■ **SUPPLIED MATERIAL**

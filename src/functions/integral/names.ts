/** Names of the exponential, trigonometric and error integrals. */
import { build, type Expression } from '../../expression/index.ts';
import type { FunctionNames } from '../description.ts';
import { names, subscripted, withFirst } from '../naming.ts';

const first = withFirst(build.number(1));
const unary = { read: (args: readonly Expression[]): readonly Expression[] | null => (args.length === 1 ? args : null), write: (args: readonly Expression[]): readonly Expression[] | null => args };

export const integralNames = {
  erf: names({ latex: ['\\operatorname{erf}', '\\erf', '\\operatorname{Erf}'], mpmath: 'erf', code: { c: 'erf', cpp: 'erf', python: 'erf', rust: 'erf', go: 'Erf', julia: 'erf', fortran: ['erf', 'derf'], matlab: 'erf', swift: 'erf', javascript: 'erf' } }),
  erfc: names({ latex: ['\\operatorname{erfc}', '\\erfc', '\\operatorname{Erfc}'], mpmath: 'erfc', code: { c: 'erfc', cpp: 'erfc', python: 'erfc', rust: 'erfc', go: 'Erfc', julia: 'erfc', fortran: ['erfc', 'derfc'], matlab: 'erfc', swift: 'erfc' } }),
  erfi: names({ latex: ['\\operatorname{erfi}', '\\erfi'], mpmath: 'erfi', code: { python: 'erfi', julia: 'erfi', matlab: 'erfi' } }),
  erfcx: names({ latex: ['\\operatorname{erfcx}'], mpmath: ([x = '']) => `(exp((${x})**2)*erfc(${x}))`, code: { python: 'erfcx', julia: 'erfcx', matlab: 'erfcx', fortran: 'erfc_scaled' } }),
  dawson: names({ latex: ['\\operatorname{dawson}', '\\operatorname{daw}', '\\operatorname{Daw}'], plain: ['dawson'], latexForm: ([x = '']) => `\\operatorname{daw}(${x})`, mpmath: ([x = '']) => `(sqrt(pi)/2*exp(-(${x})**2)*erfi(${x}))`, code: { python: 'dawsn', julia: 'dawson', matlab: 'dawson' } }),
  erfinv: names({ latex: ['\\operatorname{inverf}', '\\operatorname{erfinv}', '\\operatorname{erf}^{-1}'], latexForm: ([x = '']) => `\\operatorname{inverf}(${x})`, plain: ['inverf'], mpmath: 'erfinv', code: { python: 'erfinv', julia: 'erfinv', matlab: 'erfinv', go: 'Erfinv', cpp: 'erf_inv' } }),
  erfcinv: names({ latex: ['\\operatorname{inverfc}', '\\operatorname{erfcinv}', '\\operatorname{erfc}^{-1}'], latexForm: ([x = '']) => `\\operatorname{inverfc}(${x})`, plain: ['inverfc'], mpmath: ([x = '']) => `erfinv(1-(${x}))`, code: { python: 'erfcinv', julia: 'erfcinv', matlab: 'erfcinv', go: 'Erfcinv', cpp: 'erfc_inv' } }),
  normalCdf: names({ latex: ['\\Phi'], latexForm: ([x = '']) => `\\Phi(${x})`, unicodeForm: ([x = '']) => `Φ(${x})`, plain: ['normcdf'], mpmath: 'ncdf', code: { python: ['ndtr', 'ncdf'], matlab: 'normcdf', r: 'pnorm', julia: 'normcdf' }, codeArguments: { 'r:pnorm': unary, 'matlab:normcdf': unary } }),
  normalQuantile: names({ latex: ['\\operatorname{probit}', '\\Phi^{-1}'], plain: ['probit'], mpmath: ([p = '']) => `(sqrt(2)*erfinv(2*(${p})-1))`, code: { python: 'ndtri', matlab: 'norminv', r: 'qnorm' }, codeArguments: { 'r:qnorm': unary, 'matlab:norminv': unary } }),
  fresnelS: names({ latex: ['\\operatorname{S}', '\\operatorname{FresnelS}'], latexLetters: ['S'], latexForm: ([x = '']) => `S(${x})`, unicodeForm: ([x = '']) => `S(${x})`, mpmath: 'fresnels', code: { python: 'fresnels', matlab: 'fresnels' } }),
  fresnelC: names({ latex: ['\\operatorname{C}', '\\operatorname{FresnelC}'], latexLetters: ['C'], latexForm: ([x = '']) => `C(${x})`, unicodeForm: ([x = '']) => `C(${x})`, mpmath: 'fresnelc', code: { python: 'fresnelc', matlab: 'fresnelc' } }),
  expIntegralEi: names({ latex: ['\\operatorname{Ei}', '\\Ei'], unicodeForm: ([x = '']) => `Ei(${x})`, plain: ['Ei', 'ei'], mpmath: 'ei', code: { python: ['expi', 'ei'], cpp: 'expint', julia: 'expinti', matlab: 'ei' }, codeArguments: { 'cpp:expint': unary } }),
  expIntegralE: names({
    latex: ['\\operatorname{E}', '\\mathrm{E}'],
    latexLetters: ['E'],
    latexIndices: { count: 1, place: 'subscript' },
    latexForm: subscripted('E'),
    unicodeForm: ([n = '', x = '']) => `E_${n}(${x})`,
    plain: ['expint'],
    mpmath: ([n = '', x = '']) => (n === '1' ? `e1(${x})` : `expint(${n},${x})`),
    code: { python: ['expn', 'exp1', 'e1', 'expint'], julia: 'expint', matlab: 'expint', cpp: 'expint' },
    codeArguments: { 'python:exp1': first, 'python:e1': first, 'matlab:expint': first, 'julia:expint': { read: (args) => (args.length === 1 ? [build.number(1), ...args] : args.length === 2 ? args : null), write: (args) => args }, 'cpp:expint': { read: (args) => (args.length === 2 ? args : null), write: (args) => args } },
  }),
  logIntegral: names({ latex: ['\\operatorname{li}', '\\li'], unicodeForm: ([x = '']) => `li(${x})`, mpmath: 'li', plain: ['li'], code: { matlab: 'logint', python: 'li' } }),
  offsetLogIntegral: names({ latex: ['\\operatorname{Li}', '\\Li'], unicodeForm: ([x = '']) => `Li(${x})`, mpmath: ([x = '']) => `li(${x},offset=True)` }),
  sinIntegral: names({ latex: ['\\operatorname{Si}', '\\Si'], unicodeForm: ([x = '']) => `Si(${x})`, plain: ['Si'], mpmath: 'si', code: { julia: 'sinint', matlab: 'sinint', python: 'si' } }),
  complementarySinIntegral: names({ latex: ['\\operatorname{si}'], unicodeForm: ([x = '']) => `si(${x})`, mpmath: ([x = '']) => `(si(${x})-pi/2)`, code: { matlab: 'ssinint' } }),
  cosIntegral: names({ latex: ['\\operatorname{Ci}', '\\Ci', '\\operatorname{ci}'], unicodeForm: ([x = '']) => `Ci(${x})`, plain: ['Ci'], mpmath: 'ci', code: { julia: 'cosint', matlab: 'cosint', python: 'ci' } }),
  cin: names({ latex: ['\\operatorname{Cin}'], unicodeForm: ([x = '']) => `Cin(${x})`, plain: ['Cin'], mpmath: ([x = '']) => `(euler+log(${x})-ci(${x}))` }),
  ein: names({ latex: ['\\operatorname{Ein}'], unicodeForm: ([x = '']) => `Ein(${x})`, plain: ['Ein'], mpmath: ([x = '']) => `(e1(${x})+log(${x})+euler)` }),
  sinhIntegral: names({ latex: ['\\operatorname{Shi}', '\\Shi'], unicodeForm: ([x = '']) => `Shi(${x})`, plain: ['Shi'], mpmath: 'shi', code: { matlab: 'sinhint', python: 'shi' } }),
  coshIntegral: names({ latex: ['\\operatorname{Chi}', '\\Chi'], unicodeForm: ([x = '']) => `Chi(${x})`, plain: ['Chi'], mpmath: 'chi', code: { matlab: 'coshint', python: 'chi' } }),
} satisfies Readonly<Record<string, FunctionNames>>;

■ **AIM OF THE TASK**
Give back every entry exactly.

■ **OUTPUT**
filename src/functions/integral/names.ts
/** Names of the exponential, trigonometric and error integrals. */
import { build, type Expression } from '../../expression/index.ts';
import type { FunctionNames } from '../description.ts';
import { names, subscripted, withFirst } from '../naming.ts';

const first = withFirst(build.number(1));
const unary = { read: (args: readonly Expression[]): readonly Expression[] | null => (args.length === 1 ? args : null), write: (args: readonly Expression[]): readonly Expression[] | null => args };

export const integralNames = {
  erf: names({ latex: ['\\operatorname{erf}', '\\erf', '\\operatorname{Erf}'], mpmath: 'erf', code: { c: 'erf', cpp: 'erf', python: 'erf', rust: 'erf', go: 'Erf', julia: 'erf', fortran: ['erf', 'derf'], matlab: 'erf', swift: 'erf', javascript: 'erf' } }),
  erfc: names({ latex: ['\\operatorname{erfc}', '\\erfc', '\\operatorname{Erfc}'], mpmath: 'erfc', code: { c: 'erfc', cpp: 'erfc', python: 'erfc', rust: 'erfc', go: 'Erfc', julia: 'erfc', fortran: ['erfc', 'derfc'], matlab: 'erfc', swift: 'erfc' } }),
  erfi: names({ latex: ['\\operatorname{erfi}', '\\erfi'], mpmath: 'erfi', code: { python: 'erfi', julia: 'erfi', matlab: 'erfi' } }),
  erfcx: names({ latex: ['\\operatorname{erfcx}'], mpmath: ([x = '']) => `(exp((${x})**2)*erfc(${x}))`, code: { python: 'erfcx', julia: 'erfcx', matlab: 'erfcx', fortran: 'erfc_scaled' } }),
  dawson: names({ latex: ['\\operatorname{dawson}', '\\operatorname{daw}', '\\operatorname{Daw}'], plain: ['dawson'], latexForm: ([x = '']) => `\\operatorname{daw}(${x})`, mpmath: ([x = '']) => `(sqrt(pi)/2*exp(-(${x})**2)*erfi(${x}))`, code: { python: 'dawsn', julia: 'dawson', matlab: 'dawson' } }),
  erfinv: names({ latex: ['\\operatorname{inverf}', '\\operatorname{erfinv}', '\\operatorname{erf}^{-1}'], latexForm: ([x = '']) => `\\operatorname{inverf}(${x})`, plain: ['inverf'], mpmath: 'erfinv', code: { python: 'erfinv', julia: 'erfinv', matlab: 'erfinv', go: 'Erfinv', cpp: 'erf_inv' } }),
  erfcinv: names({ latex: ['\\operatorname{inverfc}', '\\operatorname{erfcinv}', '\\operatorname{erfc}^{-1}'], latexForm: ([x = '']) => `\\operatorname{inverfc}(${x})`, plain: ['inverfc'], mpmath: ([x = '']) => `erfinv(1-(${x}))`, code: { python: 'erfcinv', julia: 'erfcinv', matlab: 'erfcinv', go: 'Erfcinv', cpp: 'erfc_inv' } }),
  normalCdf: names({ latex: ['\\Phi'], latexForm: ([x = '']) => `\\Phi(${x})`, unicodeForm: ([x = '']) => `Φ(${x})`, plain: ['normcdf'], mpmath: 'ncdf', code: { python: ['ndtr', 'ncdf'], matlab: 'normcdf', r: 'pnorm', julia: 'normcdf' }, codeArguments: { 'r:pnorm': unary, 'matlab:normcdf': unary } }),
  normalQuantile: names({ latex: ['\\operatorname{probit}', '\\Phi^{-1}'], plain: ['probit'], mpmath: ([p = '']) => `(sqrt(2)*erfinv(2*(${p})-1))`, code: { python: 'ndtri', matlab: 'norminv', r: 'qnorm' }, codeArguments: { 'r:qnorm': unary, 'matlab:norminv': unary } }),
  fresnelS: names({ latex: ['\\operatorname{S}', '\\operatorname{FresnelS}'], latexLetters: ['S'], latexForm: ([x = '']) => `S(${x})`, unicodeForm: ([x = '']) => `S(${x})`, mpmath: 'fresnels', code: { python: 'fresnels', matlab: 'fresnels' } }),
  fresnelC: names({ latex: ['\\operatorname{C}', '\\operatorname{FresnelC}'], latexLetters: ['C'], latexForm: ([x = '']) => `C(${x})`, unicodeForm: ([x = '']) => `C(${x})`, mpmath: 'fresnelc', code: { python: 'fresnelc', matlab: 'fresnelc' } }),
  expIntegralEi: names({ latex: ['\\operatorname{Ei}', '\\Ei'], unicodeForm: ([x = '']) => `Ei(${x})`, plain: ['Ei', 'ei'], mpmath: 'ei', code: { python: ['expi', 'ei'], cpp: 'expint', julia: 'expinti', matlab: 'ei' }, codeArguments: { 'cpp:expint': unary } }),
  expIntegralE: names({
    latex: ['\\operatorname{E}', '\\mathrm{E}'],
    latexLetters: ['E'],
    latexIndices: { count: 1, place: 'subscript' },
    latexForm: subscripted('E'),
    unicodeForm: ([n = '', x = '']) => `E_${n}(${x})`,
    plain: ['expint'],
    mpmath: ([n = '', x = '']) => (n === '1' ? `e1(${x})` : `expint(${n},${x})`),
    code: { python: ['expn', 'exp1', 'e1', 'expint'], julia: 'expint', matlab: 'expint', cpp: 'expint' },
    codeArguments: { 'python:exp1': first, 'python:e1': first, 'matlab:expint': first, 'julia:expint': { read: (args) => (args.length === 1 ? [build.number(1), ...args] : args.length === 2 ? args : null), write: (args) => args }, 'cpp:expint': { read: (args) => (args.length === 2 ? args : null), write: (args) => args } },
  }),
  logIntegral: names({ latex: ['\\operatorname{li}', '\\li'], unicodeForm: ([x = '']) => `li(${x})`, mpmath: 'li', plain: ['li'], code: { matlab: 'logint', python: 'li' } }),
  offsetLogIntegral: names({ latex: ['\\operatorname{Li}', '\\Li'], unicodeForm: ([x = '']) => `Li(${x})`, mpmath: ([x = '']) => `li(${x},offset=True)` }),
  sinIntegral: names({ latex: ['\\operatorname{Si}', '\\Si'], unicodeForm: ([x = '']) => `Si(${x})`, plain: ['Si'], mpmath: 'si', code: { julia: 'sinint', matlab: 'sinint', python: 'si' } }),
  complementarySinIntegral: names({ latex: ['\\operatorname{si}'], unicodeForm: ([x = '']) => `si(${x})`, mpmath: ([x = '']) => `(si(${x})-pi/2)`, code: { matlab: 'ssinint' } }),
  cosIntegral: names({ latex: ['\\operatorname{Ci}', '\\Ci', '\\operatorname{ci}'], unicodeForm: ([x = '']) => `Ci(${x})`, plain: ['Ci'], mpmath: 'ci', code: { julia: 'cosint', matlab: 'cosint', python: 'ci' } }),
  cin: names({ latex: ['\\operatorname{Cin}'], unicodeForm: ([x = '']) => `Cin(${x})`, plain: ['Cin'], mpmath: ([x = '']) => `(euler+log(${x})-ci(${x}))` }),
  ein: names({ latex: ['\\operatorname{Ein}'], unicodeForm: ([x = '']) => `Ein(${x})`, plain: ['Ein'], mpmath: ([x = '']) => `(e1(${x})+log(${x})+euler)` }),
  sinhIntegral: names({ latex: ['\\operatorname{Shi}', '\\Shi'], unicodeForm: ([x = '']) => `Shi(${x})`, plain: ['Shi'], mpmath: 'shi', code: { matlab: 'sinhint', python: 'shi' } }),
  coshIntegral: names({ latex: ['\\operatorname{Chi}', '\\Chi'], unicodeForm: ([x = '']) => `Chi(${x})`, plain: ['Chi'], mpmath: 'chi', code: { matlab: 'coshint', python: 'chi' } }),
} satisfies Readonly<Record<string, FunctionNames>>;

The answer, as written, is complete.